Internals: the interpreter - troyp/jq GitHub Wiki

The jq interpreter is stack-based.

Expressions mostly consist of either builtin opcodes (or sequences thereof) or calls to jq functions. The interpreter also implements generators and backtracking. This page mostly describes the function call machinery at this point.

Important things to understand about the jq language before deep-diving into the interpreter:

  • all function arguments are closures
  • all closures are lexical closures of dynamic extent
  • closure references cannot be stored anywhere
  • closure references can only be used to either a) call them, or b) construct new closures for other function calls

For example, foo(bar) is a function call with one argument closure (bar). The callee (foo) will get the same closure value as its argument as bar resolved to in the caller.

Whereas in foo(bar + 1) the passed closure corresponds to the bar + 1, which in turn captures bar.
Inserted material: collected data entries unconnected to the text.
"""Plugs and heads in the database, as the dicts the schemas load and dump.

The schemas (`schemas.specs.StoredPlugSchema`, `StoredHeadSchema`) load a request into
a dict of canonical values (lengths as `Dim` in mm); this module writes such a dict into
a row and reads a row back into the same dict, so the API, the batch and the fit engine
(`schemas.specs.plug_spec`) all share one representation and nothing a client sent is
dropped: every tolerance is kept, absent values stay absent.
"""
from __future__ import annotations

from collections.abc import Sequence
from dataclasses import dataclass
from typing import Any, Generic, TypeVar

from sqlalchemy import Select, func, or_, select
from sqlalchemy.exc import IntegrityError
from sqlalchemy.orm import Session

from service.fitment.catalog import HEX_MATCH_MM
from service.fitment.model import Dim
from service.store.models import Head, Plug

# A reach filter matches within this many mm, so `reach=19` finds a 3/4 in (19.05 mm)
# plug: the trade calls both the same reach.
REACH_MATCH_MM = 0.1


class DuplicateIdentifier(Exception):
    """Creating a record whose identifier exists."""

    def __init__(self, field: str, identifier: str) -> None:
        super().__init__(f"{field} {identifier!r} exists")
        self.field = field
        self.identifier = identifier


M = TypeVar("M", Plug, Head)

ADDED, CHANGED, UNCHANGED = "added", "changed", "unchanged"


@dataclass(frozen=True)
class Nested:
    """A nested object of the document kept in flat columns: member → (column stem, is_length)."""

    name: str
    members: tuple[tuple[str, str, bool], ...]
    required: tuple[str, ...]


@dataclass(frozen=True)
class RecordMapping(Generic[M]):
    """How one resource's document maps to its table."""

    model: type[M]
    key: str
    lengths: tuple[str, ...]
    scalars: tuple[tuple[str, str], ...]
    nested: tuple[Nested, ...]

    # --- document → row -----------------------------------------------------------------
    def columns_from(self, document: dict[str, Any]) -> dict[str, Any]:
        """Every column's value for `document`; what the document lacks becomes NULL, so
        writing these is a full replacement."""
        values: dict[str, Any] = {}
        for name in self.lengths:
            values.update(_length_columns(name, document.get(name)))
        for name, column in self.scalars:
            values[column] = document.get(name)
        for nested in self.nested:
            given = document.get(nested.name) or {}
            for member, stem, is_length in nested.members:
                if is_length:
                    values.update(_length_columns(stem, given.get(member)))
                else:
                    values[stem] = given.get(member)
        return values

    # --- row → document -----------------------------------------------------------------
    def document_of(self, row: M) -> dict[str, Any]:
        """The loaded-schema dict of a row; absent values are left out (so the dump can be
        sent back unchanged)."""
        document: dict[str, Any] = {}
        for name, column in self.scalars:
            value = getattr(row, column)
            if value is not None:
                document[name] = value
        for name in self.lengths:
            dim = _dim_of(row, name)
            if dim is not None:
                document[name] = dim
        for nested in self.nested:
            members: dict[str, Any] = {}
            for member, stem, is_length in nested.members:
                value = _dim_of(row, stem) if is_length else getattr(row, stem)
                if value is not None:
                    members[member] = value
            if all(required in members for required in nested.required):
                document[nested.name] = members
        return document


def _length_columns(stem: str, dim: Dim | None) -> dict[str, float | None]:
    if dim is None:
        return {f"{stem}_nominal_mm": None, f"{stem}_plus_mm": None, f"{stem}_minus_mm": None}
    return {f"{stem}_nominal_mm": dim.nominal, f"{stem}_plus_mm": dim.plus, f"{stem}_minus_mm": dim.minus}


def _dim_of(row: Any, stem: str) -> Dim | None:
    nominal = getattr(row, f"{stem}_nominal_mm")
    if nominal is None:
        return None
    return Dim(nominal, getattr(row, f"{stem}_plus_mm") or 0.0, getattr(row, f"{stem}_minus_mm") or 0.0)


PLUGS: RecordMapping[Plug] = RecordMapping(
    model=Plug,
    key="sku",
    lengths=("reach", "gasket_thickness", "firing_end", "terminal_height"),
    scalars=(("sku", "sku"), ("description", "description"), ("thread", "thread"),
             ("nonstandard_thread", "nonstandard_thread"), ("seat", "seat"), ("hex", "hex_mm"),
             ("resistor", "resistor"), ("gap", "gap_mm"), ("quantity_on_hand", "quantity_on_hand"),
             ("location", "location")),
    nested=(Nested("heat_range", (("scale", "heat_range_scale", False), ("value", "heat_range_value", False)),
                   required=("scale", "value")),),
)

HEADS: RecordMapping[Head] = RecordMapping(
    model=Head,
    key="head_id",
    lengths=("port_depth", "design_reach", "port_depth_long_side", "piston_clearance", "seat_to_piston",
             "valve_clearance", "seat_to_valve"),
    scalars=(("head_id", "head_id"), ("description", "description"), ("thread", "thread"),
             ("nonstandard_thread", "nonstandard_thread"), ("seat", "seat"), ("well_bore", "well_bore_mm"),
             ("hex", "hex_mm"), ("resistor_required", "resistor_required"), ("material", "material"),
             ("compression_ratio", "compression_ratio"), ("intake_pressure", "intake_pressure_bar"),
             ("intake_temperature", "intake_temperature_k"), ("peak_pressure", "peak_pressure_bar"),
             ("ignition_voltage", "ignition_voltage_kv"), ("bore", "bore_mm"), ("stroke", "stroke_mm"),
             ("rod_length", "rod_length_mm"), ("spark_advance", "spark_advance_deg")),
    nested=(
        Nested("heat_range_band", (("scale", "heat_range_band_scale", False), ("min", "heat_range_band_min", False),
                                   ("max", "heat_range_band_max", False)), required=("scale", "min", "max")),
        Nested("boot_range", (("min", "boot_range_min", True), ("max", "boot_range_max", True)),
               required=("min", "max")),
    ),
)


class Repository(Generic[M]):
    """Reads and writes one resource. The caller owns the session and commits."""

    def __init__(self, session: Session, mapping: RecordMapping[M]) -> None:
        self.session = session
        self.mapping = mapping

    @property
    def _key_column(self):
        return getattr(self.mapping.model, self.mapping.key)

    def get(self, identifier: str) -> M | None:
        return self.session.scalars(select(self.mapping.model).where(self._key_column == identifier)).one_or_none()

    def document(self, identifier: str) -> dict[str, Any] | None:
        """The stored document for `identifier`, or None (the fit-check lookups)."""
        row = self.get(identifier)
        return None if row is None else self.mapping.document_of(row)

    def page(self, query: Select, offset: int, limit: int) -> tuple[Sequence[M], int]:
        """One page of `query` (ordered by identifier) and the total it pages through."""
        total = self.session.scalar(select(func.count()).select_from(query.order_by(None).subquery())) or 0
        rows = self.session.scalars(query.order_by(self._key_column).offset(offset).limit(limit)).all()
        return rows, total

    def add(self, document: dict[str, Any]) -> M:
        identifier = document[self.mapping.key]
        if self.get(identifier) is not None:
            raise DuplicateIdentifier(self.mapping.key, identifier)
        row = self.mapping.model(**self.mapping.columns_from(document))
        self.session.add(row)
        try:
            self.session.flush()
        except IntegrityError:  # created by someone else between the check and the insert
            self.session.rollback()
            raise DuplicateIdentifier(self.mapping.key, identifier) from None
        return row

    def replace(self, row: M, document: dict[str, Any]) -> M:
        """Overwrite every column of `row` from `document` (the identifier stays)."""
        for column, value in self.mapping.columns_from(document).items():
            if column != self.mapping.key:
                setattr(row, column, value)
        self.session.flush()
        return row

    def upsert(self, document: dict[str, Any]) -> tuple[M, str]:
        """Insert or replace by identifier; the outcome is ADDED, CHANGED or UNCHANGED.
        Writing identical values changes nothing, not even the version."""
        row = self.get(document[self.mapping.key])
        if row is None:
            return self.add(document), ADDED
        if self.mapping.document_of(row) == self.mapping.document_of(_Detached(self.mapping, document)):
            return row, UNCHANGED
        return self.replace(row, document), CHANGED

    def delete(self, row: M) -> None:
        self.session.delete(row)
        self.session.flush()


class _Detached:
    """A row-shaped view of a document, so documents compare the way rows read back."""

    def __init__(self, mapping: RecordMapping, document: dict[str, Any]) -> None:
        self.__dict__.update(mapping.columns_from(document))


def plugs(session: Session) -> Repository[Plug]:
    return Repository(session, PLUGS)


def heads(session: Session) -> Repository[Head]:
    return Repository(session, HEADS)


# --- list filters ---------------------------------------------------------------------

def plug_query(*, thread: str | None = None, seat: str | None = None, reach_mm: float | None = None,
               hex_mm: float | None = None, resistor: bool | None = None) -> Select:
    """Plugs matching every filter given. Reach matches within REACH_MATCH_MM and hex
    within the catalogue's HEX_MATCH_MM, so metric and inch sizes of one family match."""
    query = select(Plug)
    if thread is not None:
        query = query.where(Plug.thread == thread)
    if seat is not None:
        query = query.where(Plug.seat == seat)
    if reach_mm is not None:
        query = query.where(Plug.reach_nominal_mm.between(reach_mm - REACH_MATCH_MM, reach_mm + REACH_MATCH_MM))
    if hex_mm is not None:
        query = query.where(Plug.hex_mm.between(hex_mm - HEX_MATCH_MM, hex_mm + HEX_MATCH_MM))
    if resistor is not None:
        query = query.where(Plug.resistor.is_(resistor))
    return query


def head_query(*, text: str | None = None, thread: str | None = None, seat: str | None = None) -> Select:
    """Heads whose description or head_id contains `text` (any case), and thread/seat."""
    query = select(Head)
    if text:
        needle = text.lower()
        query = query.where(or_(func.lower(Head.description).contains(needle, autoescape=True),
                                func.lower(Head.head_id).contains(needle, autoescape=True)))
    if thread is not None:
        query = query.where(Head.thread == thread)
    if seat is not None:
        query = query.where(Head.seat == seat)
    return query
Each closure is represented as a pair of (closed frame reference, bytecode). In the bytecode closed frame references are relative to the current frame (working backwards from the current frame via its env pointer). The interpreter converts those relative frame references to stack addresses at function call time (i.e., in the handling of the CALL_JQ instruction.

There are conventions for pushing different kinds of things on the stack. These conventions allow the jq interpreter to unwind and cleanup without having to execute all return paths.

A function call in the bytecode consists of a CALL_JQ opcode as well as nclosures pairs of relative frame reference and index to either a code or closure reference in the closed frame (see the block comments about this in execute.c). If the index is of a closure in the closed frame then that closure is used.